In response to the hospital’s action, the nurses are filing yet another set of unfair labor practice charges against the hospital with the NLRB, is appealing to local and state officials for help in ending this conflict, and is contemplating a second strike of the hospital, which the membership had authorized the committee to do back in October,
“We don’t want to strike, we want to negotiate, but we may be left with no other option since Baystate shows no sign of wanting to negotiate in good faith,” said Judd.
The key issue preventing a settlement is Baystate Health’s demand to eliminate the requirement that the employer pay overtime for consecutive hours worked beyond the end of an eight, ten or twelve hour shift. The nurses adamantly oppose this practice because they know this protection is in place in all MNA/NNU hospital contracts (which includes 70 percent of the hospitals in Massachusetts) and is a policy at most of the few non-union hospitals as well.
“The nurses have been clear – they want to reduce and eliminate overtime as a staffing tool. By contrast, Baystate simply wants to eliminate overtime pay, which removes the one disincentive from using overtime as a staffing tool,” said Stern.
The nurses point out that this is not fundamentally an economic issue. Baystate said two years ago that the total daily overtime cost at BFMC for the RNs was $180,000 on an annual basis. Since then Baystate has revised that figure since it included weekly overtime as well. That figure has now dropped to approximately $60,000 annually. To put that figure in context, the total annual overtime costs for all 200 BFMC RNs is roughly equal to one week of Baystate Health CEO Mark Tolosky’s pay and benefits.
There has been an outpouring of support for nurses’ collective bargaining rights over the last year. At the Democratic State Convention held in Springfield last summer, the convention delegates unanimously passed a resolution calling on Baystate to conduct good faith negotiations with the MNA nurses and come to a fair agreement. The Greenfield City Council passed a similar resolution last year. Thousands of Franklin County residents have signed a petition of support for the Baystate Franklin Medical Center nurses and delegations of community supporters and elected officials have called on Baystate to avoid further conflict and settle a fair contract with the nurses at BFMC.
“The nurses appreciate the deep and broad community and political support that has been shown across Franklin County,” Stern added, “and we ask all Franklin County residents to call on Baystate to work with the nurses to avoid a needless strike.”
The nurses of BFMC and management have been negotiating for more than two years. The BFMC nurses negotiating team will be holding meetings with its members this week to determine its next steps.

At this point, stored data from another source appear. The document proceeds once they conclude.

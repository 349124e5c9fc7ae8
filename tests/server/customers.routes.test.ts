import { beforeEach, describe, expect, it } from "vitest";
import request from "supertest";
import { createTestApp } from "../helpers/app";
import { signedInAgent } from "../helpers/auth";
import { countRows, truncateAll } from "../helpers/db";
import { buildCustomer } from "../helpers/job-factories";
import { AuditEvent, Customer } from "../../server/models/index";

beforeEach(truncateAll);

const newCustomer = {
  name: "Hester Calloway",
  email: "Hester.Calloway@Example.com",
  phone: "555-0142",
  addressLine1: "19 Saltmarsh Road",
  addressLine2: "",
  city: "Fenwick Hollow",
  region: "ST",
  postalCode: "00012",
  notes: "Prefers e-mail",
};

describe("POST /api/customers", () => {
  it("creates a customer in the user's company and records it", async () => {
    const { agent, token, user } = await signedInAgent({ role: "estimator" });
    const res = await agent.post("/api/customers").set("X-CSRF-Token", token).send(newCustomer);
    expect(res.status).toBe(201);
    expect(res.body.data).toMatchObject({
      id: expect.any(Number),
      name: "Hester Calloway",
      email: "hester.calloway@example.com",
      addressLine2: null,
      city: "Fenwick Hollow",
      archivedAt: null,
    });
    expect((await Customer.findByPk(res.body.data.id))!.companyId).toBe(user.companyId);
    const audit = await AuditEvent.findAll({ where: { entityType: "customer", entityId: String(res.body.data.id) } });
    expect(audit.map((a) => [a.action, a.actorId])).toEqual([["created", user.id]]);
  });

  it("answers a bad body with 400 and field messages, and writes nothing", async () => {
    const { agent, token } = await signedInAgent({ role: "owner" });
    const res = await agent.post("/api/customers").set("X-CSRF-Token", token).send({ name: " ", email: "nope", postalCode: "x".repeat(21) });
    expect(res.status).toBe(400);
    expect(res.body.error.fields).toEqual({
      name: "Required",
      email: "Enter a valid e-mail address",
      postalCode: "Use at most 20 characters",
    });
    const noBody = await agent.post("/api/customers").set("X-CSRF-Token", token);
    expect(noBody.status).toBe(400);
    const textBody = await agent.post("/api/customers").set("X-CSRF-Token", token).set("Content-Type", "text/plain").send("hello");
    expect(textBody.status).toBe(415); // not JSON: refused before the route reads it
    expect(await countRows("customers")).toBe(0);
  });

  it("refuses crew with 403, anonymous with 401 and a request without the CSRF token with 403", async () => {
    const { agent, token } = await signedInAgent({ role: "crew" });
    expect((await agent.post("/api/customers").set("X-CSRF-Token", token).send(newCustomer)).status).toBe(403);
    expect((await agent.get("/api/customers")).status).toBe(403);
    const anon = request.agent(createTestApp());
    const csrf = (await anon.get("/api/auth/csrf")).body.token;
    expect((await anon.post("/api/customers").set("X-CSRF-Token", csrf).send(newCustomer)).status).toBe(401);
    expect((await anon.get("/api/customers")).status).toBe(401);
    const { agent: est } = await signedInAgent({ role: "estimator" });
    const noToken = await est.post("/api/customers").send(newCustomer);
    expect(noToken.status).toBe(403);
    expect(noToken.body.error.code).toBe("csrf");
    expect(await countRows("customers")).toBe(0);
  });
});

describe("GET /api/customers", () => {
  it("pages the company's live customers by name and searches name, e-mail and address", async () => {
    const { agent, user } = await signedInAgent({ role: "owner" });
    const c = user.companyId;
    const names = ["Ines Brackwater", "Arlo Fenn", "Cora Lindqvist", "Dario Pell"];
    for (const name of names) await buildCustomer({ companyId: c, name });
    await buildCustomer({ companyId: c, name: "Ezra Hollins", email: "ezra.h@example.com", addressLine1: "4 Tanager Way", city: "Okeby Flats" });
    await buildCustomer({ companyId: c, name: "Old Archived", archivedAt: new Date() });
    await buildCustomer({ name: "Arlo Elsewhere" });

    const page1 = await agent.get("/api/customers?pageSize=2");
    expect(page1.status).toBe(200);
    expect(page1.body.meta).toEqual({ page: 1, pageSize: 2, total: 5 });
    expect(page1.body.data.map((x: { name: string }) => x.name)).toEqual(["Arlo Fenn", "Cora Lindqvist"]);
    const page3 = await agent.get("/api/customers?pageSize=2&page=3");
    expect(page3.body.data.map((x: { name: string }) => x.name)).toEqual(["Ines Brackwater"]);

    const search = async (q: string) =>
      (await agent.get(`/api/customers?q=${encodeURIComponent(q)}`)).body.data.map((x: { name: string }) => x.name);
    expect(await search("arlo")).toEqual(["Arlo Fenn"]);
    expect(await search("EZRA.H@")).toEqual(["Ezra Hollins"]);
    expect(await search("tanager")).toEqual(["Ezra Hollins"]);
    expect(await search("okeby")).toEqual(["Ezra Hollins"]);
    expect(await search("_")).toEqual([]); // a literal underscore, not a wildcard
    const archived = await agent.get("/api/customers?archived=1");
    expect(archived.body.data.map((x: { name: string }) => x.name)).toEqual(["Old Archived"]);
  });

  it("refuses a page size over 100 with 400", async () => {
    const { agent } = await signedInAgent({ role: "estimator" });
    const res = await agent.get("/api/customers?pageSize=500&archived=maybe");
    expect(res.status).toBe(400);
    expect(res.body.error.fields).toEqual({ pageSize: "At most 100", archived: "Use 1 or 0" });
  });
});

describe("GET and PATCH /api/customers/:id", () => {
  it("reads and changes a customer, recording only what changed", async () => {
    const { agent, token, user } = await signedInAgent({ role: "estimator" });
    const customer = await buildCustomer({ companyId: user.companyId, name: "Pia Grell" });
    expect((await agent.get(`/api/customers/${customer.id}`)).body.data).toMatchObject({ id: customer.id, name: "Pia Grell" });
    const res = await agent.patch(`/api/customers/${customer.id}`).set("X-CSRF-Token", token).send({ phone: "555-0199", email: "", name: "Pia Grell" });
    expect(res.status).toBe(200);
    expect(res.body.data).toMatchObject({ phone: "555-0199", email: null, name: "Pia Grell", city: "Fenwick Hollow" });
    const audit = await AuditEvent.findOne({ where: { entityType: "customer", action: "updated" } });
    expect(Object.keys(audit!.changes!).sort()).toEqual(["email", "phone"]);
  });

  it("answers a bad body with 400 and an empty one with 'Nothing to change'", async () => {
    const { agent, token, user } = await signedInAgent({ role: "owner" });
    const customer = await buildCustomer({ companyId: user.companyId });
    const bad = await agent.patch(`/api/customers/${customer.id}`).set("X-CSRF-Token", token).send({ name: "", email: "x@" });
    expect(bad.status).toBe(400);
    expect(bad.body.error.fields).toEqual({ name: "Required", email: "Enter a valid e-mail address" });
    const empty = await agent.patch(`/api/customers/${customer.id}`).set("X-CSRF-Token", token).send({});
    expect(empty.body.error.fields).toEqual({ body: "Nothing to change" });
  });

  it("answers another company's customer with 404 (before validating) and changes nothing", async () => {
    const { agent, token } = await signedInAgent({ role: "owner" });
    const foreign = await buildCustomer({ name: "Not Yours" });
    expect((await agent.get(`/api/customers/${foreign.id}`)).status).toBe(404);
    const res = await agent.patch(`/api/customers/${foreign.id}`).set("X-CSRF-Token", token).send({ name: "" });
    expect(res.status).toBe(404);
    expect((await agent.post(`/api/customers/${foreign.id}/archive`).set("X-CSRF-Token", token)).status).toBe(404);
    const row = await Customer.findByPk(foreign.id);
    expect(row).toMatchObject({ name: "Not Yours", archivedAt: null });
  });

  it("refuses crew with 403 on one customer", async () => {
    const { agent, token, user } = await signedInAgent({ role: "crew" });
    const customer = await buildCustomer({ companyId: user.companyId });
    expect((await agent.get(`/api/customers/${customer.id}`)).status).toBe(403);
    expect((await agent.patch(`/api/customers/${customer.id}`).set("X-CSRF-Token", token).send({ name: "X" })).status).toBe(403);
  });
});

describe("POST /api/customers/:id/archive and /restore", () => {
  it("archives and restores; an archived customer is read-only until restored", async () => {
    const { agent, token, user } = await signedInAgent({ role: "estimator" });
    const customer = await buildCustomer({ companyId: user.companyId });
    const archived = await agent.post(`/api/customers/${customer.id}/archive`).set("X-CSRF-Token", token);
    expect(archived.status).toBe(200);
    expect(archived.body.data.archivedAt).toEqual(expect.any(String));
    expect((await agent.get("/api/customers")).body.meta.total).toBe(0);
    const edit = await agent.patch(`/api/customers/${customer.id}`).set("X-CSRF-Token", token).send({ name: "Changed" });
    expect(edit.status).toBe(409);
    expect(edit.body.error.code).toBe("archived");
    // Archiving twice changes nothing more.
    expect((await agent.post(`/api/customers/${customer.id}/archive`).set("X-CSRF-Token", token)).status).toBe(200);
    const restored = await agent.post(`/api/customers/${customer.id}/restore`).set("X-CSRF-Token", token);
    expect(restored.status).toBe(200);
    expect(restored.body.data.archivedAt).toBeNull();
    expect((await agent.get("/api/customers")).body.meta.total).toBe(1);
    const actions = (await AuditEvent.findAll({ where: { entityType: "customer" }, order: [["id", "ASC"]] })).map((a) => a.action);
    expect(actions).toEqual(["archived", "restored"]);
  });

  it("refuses crew with 403", async () => {
    const { agent, token, user } = await signedInAgent({ role: "crew" });
    const customer = await buildCustomer({ companyId: user.companyId });
    expect((await agent.post(`/api/customers/${customer.id}/archive`).set("X-CSRF-Token", token)).status).toBe(403);
    expect((await Customer.findByPk(customer.id))!.archivedAt).toBeNull();
  });
});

Founded in 1903, the Massachusetts Nurses Association is the largest professional health care organization and the largest union of registered nurses in the Commonwealth of Massachusetts. Its 23,000 members advance the nursing profession by fostering high standards of nursing practice, promoting the economic and general welfare of nurses in the workplace, projecting a positive and realistic view of nursing, and by lobbying the Legislature and regulatory agencies on health care issues affecting nurses and the public. The MNA is also a founding member of National Nurses United, the largest national nurses union in the United States with more than 170,000 members from coast to coast.